- Opening Delimiter -
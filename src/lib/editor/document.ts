// The editor's document: a parsed scene (version 2, every default filled in), the groups of items it holds,
// and the starting scene for a shot (sized to the plate at its scale, or a 1.6 m × 0.9 m default).
import { DEFAULT_LIQUID, cellFit, type Scene, type ShapeDoc } from '../scene/schema';
import { rateInfo, isFrameRate } from '../timecode';

/** The document the editor edits: exactly the scene format, defaults filled in. */
export type EditorDoc = Scene;

export const GROUPS = ['pours', 'spouts', 'walls', 'props', 'drains'] as const;
export type Group = (typeof GROUPS)[number];

/** Our product word for an item of each group (DEVELOPERS.md). */
export const GROUP_LABEL: Record<Group, string> = { pours: 'Standing liquid', spouts: 'Spout', walls: 'Wall', props: 'Prop', drains: 'Drain' };

export type Item<G extends Group = Group> = EditorDoc[G][number];
export type AnyItem = Item<Group>;

/** A reference to one item of the document: its group and id (ids are unique across the scene). */
export interface ItemRef { group: Group; id: string }

export const sameRef = (a: ItemRef, b: ItemRef) => a.group === b.group && a.id === b.id;

/** The item a reference points at, or undefined. */
export function findItem(doc: EditorDoc, ref: ItemRef): AnyItem | undefined {
  return (doc[ref.group] as AnyItem[]).find((it) => it.id === ref.id);
}

/** Every item of the document with its reference, in drawing order (pours, spouts, walls, props, drains). */
export function allItems(doc: EditorDoc): { ref: ItemRef; item: AnyItem }[] {
  const out: { ref: ItemRef; item: AnyItem }[] = [];
  for (const group of GROUPS) for (const item of doc[group] as AnyItem[]) out.push({ ref: { group, id: item.id }, item });
  return out;
}

/** A fresh id for a new item of the group: "standing-liquid-1", "spout-2", … (unique across the whole scene). */
export function nextId(doc: EditorDoc, group: Group): string {
  const base = GROUP_LABEL[group].toLowerCase().replace(/\s+/g, '-');
  const taken = new Set(allItems(doc).map((e) => e.ref.id));
  for (let n = 1; ; n++) if (!taken.has(`${base}-${n}`)) return `${base}-${n}`;
}

/** A deep copy of a JSON-shaped value (documents hold only numbers, strings, booleans, arrays and objects). */
export function clone<T>(value: T): T {
  return structuredClone(value);
}

/** What the editor needs to know of a shot to start a scene. */
export interface ShotFacts {
  firstFrame: number;
  lastFrame: number;
  /** Rate id, e.g. '25' or '29.97df'. */
  frameRate: string;
  plateWidth: number;
  plateHeight: number;
  /** Metres per plate pixel, when the plate's scale has been set. */
  metresPerPixel: number | null;
}

/** Frames per second (real rate, e.g. 30000/1001 for 29.97) of a rate id; 24 for an unknown id. */
export function fpsOf(rateId: string): number {
  return isFrameRate(rateId) ? rateInfo(rateId).fps : 24;
}

/** Round cell sizes (m) the editor suggests for a new scene (niceCellSize); any size in range may be typed. */
export const CELL_SIZES = [0.002, 0.0025, 0.004, 0.005, 0.008, 0.01, 0.0125, 0.02, 0.025, 0.04, 0.05, 0.08, 0.1, 0.125, 0.2, 0.25] as const;

/** The offered cell size closest (in ratio) to `target` metres. */
export function niceCellSize(target: number): number {
  let best: number = CELL_SIZES[0];
  for (const c of CELL_SIZES) if (Math.abs(Math.log(c / target)) < Math.abs(Math.log(best / target))) best = c;
  return best;
}

/** Rounds a length (m) to a whole number (at least 2) of cells; returns metres. */
export function toWholeCells(length: number, cellSize: number): number {
  const n = Math.max(2, Math.round(length / cellSize));
  return Number((n * cellSize).toFixed(10));
}

/**
 * The tank with a new cell size: width and height stay as the artist typed them (the solver's grid covers a tank
 * that is not a whole number of cells, tankCells), so changing the cell size never moves the tank's walls.
 */
export function withCellSize<T extends { width: number; height: number; cellSize: number }>(tank: T, cellSize: number): T {
  return { ...tank, cellSize };
}

/** The Tank panel's line for one side: "120 cells" or "120 cells, the last 0.4 of one partly inside". */
export function cellsNote(length: number, cellSize: number): string {
  const fit = cellFit(length, cellSize);
  if (fit.cover === fit.whole) return `${fit.cover} cells.`;
  const part = length / cellSize - fit.whole;
  return `${fit.cover} cells; the last is ${part.toFixed(2)} of a cell inside the tank (solid on a closed side).`;
}

export const DEFAULT_TANK = { width: 1.6, height: 0.9 } as const;
/** Cells across the tank's width the starting scene aims for (fine enough to read a splash, quick to preview). */
export const START_CELLS_ACROSS = 128;

/**
 * The starting scene of a shot with no version yet: the tank's lower-left corner on the plate's bottom-left pixel,
 * width = plate width × metresPerPixel and height = plate height × metresPerPixel rounded to whole cells (or
 * 1.6 m × 0.9 m without a scale), the shot's frame range and rate, default physics, nothing in it.
 */
export function startingScene(shot: ShotFacts): EditorDoc {
  const scaled = shot.metresPerPixel && shot.metresPerPixel > 0 && shot.plateWidth > 0 && shot.plateHeight > 0;
  const w = scaled ? shot.plateWidth * shot.metresPerPixel! : DEFAULT_TANK.width;
  const h = scaled ? shot.plateHeight * shot.metresPerPixel! : DEFAULT_TANK.height;
  const cellSize = niceCellSize(w / START_CELLS_ACROSS);
  return {
    version: 2,
    liquids: [{ ...DEFAULT_LIQUID }],
    tank: { width: toWholeCells(w, cellSize), height: toWholeCells(h, cellSize), cellSize, sides: { left: true, right: true, bottom: true, top: false } },
    timing: { fps: fpsOf(shot.frameRate), startFrame: shot.firstFrame, endFrame: Math.max(shot.firstFrame, shot.lastFrame), substeps: 4 },
    physics: {
      gravity: [0, -9.81], flipRatio: 0.9, pressureIterations: 60, overRelaxation: 1.9, separationIterations: 2, driftCorrection: 1,
      particlesPerCell: 4, particleRadius: 0.3, cfl: 1, seed: 1, pressureSolver: 'pcg-mic0', pressureTolerance: 1e-2,
    },
    pours: [], spouts: [], walls: [], props: [], drains: [],
  };
}

/** The shape of a newly made item with the given shape (defaults for the group's other fields). */
export function makeItem(doc: EditorDoc, group: Group, shape: ShapeDoc, id = nextId(doc, group)): AnyItem {
  const t = doc.timing;
  switch (group) {
    case 'pours': return { id, liquid: doc.liquids[0].id, shape, velocity: [0, 0] };
    case 'spouts': return { id, liquid: doc.liquids[0].id, shape, velocity: [1.5, 0], startFrame: t.startFrame, endFrame: Math.min(t.endFrame, t.startFrame + Math.round(t.fps)) };
    case 'props': return { id, shape, motion: 'keyed', keys: [{ frame: t.startFrame, dx: 0, dy: 0, angle: 0 }] };
    default: return { id, shape };
  }
}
- Closing Delimiter -
__TASK__: Return only the lines spanning from the first line of the material through the line with "export type Item<G", copied exactly, both ends kept.

__TASK SOLUTION__:
filename src/lib/editor/document.ts
// The editor's document: a parsed scene (version 2, every default filled in), the groups of items it holds,
// and the starting scene for a shot (sized to the plate at its scale, or a 1.6 m × 0.9 m default).
import { DEFAULT_LIQUID, cellFit, type Scene, type ShapeDoc } from '../scene/schema';
import { rateInfo, isFrameRate } from '../timecode';

/** The document the editor edits: exactly the scene format, defaults filled in. */
export type EditorDoc = Scene;

export const GROUPS = ['pours', 'spouts', 'walls', 'props', 'drains'] as const;
export type Group = (typeof GROUPS)[number];

/** Our product word for an item of each group (DEVELOPERS.md). */
export const GROUP_LABEL: Record<Group, string> = { pours: 'Standing liquid', spouts: 'Spout', walls: 'Wall', props: 'Prop', drains: 'Drain' };

export type Item<G extends Group = Group> = EditorDoc[G][number];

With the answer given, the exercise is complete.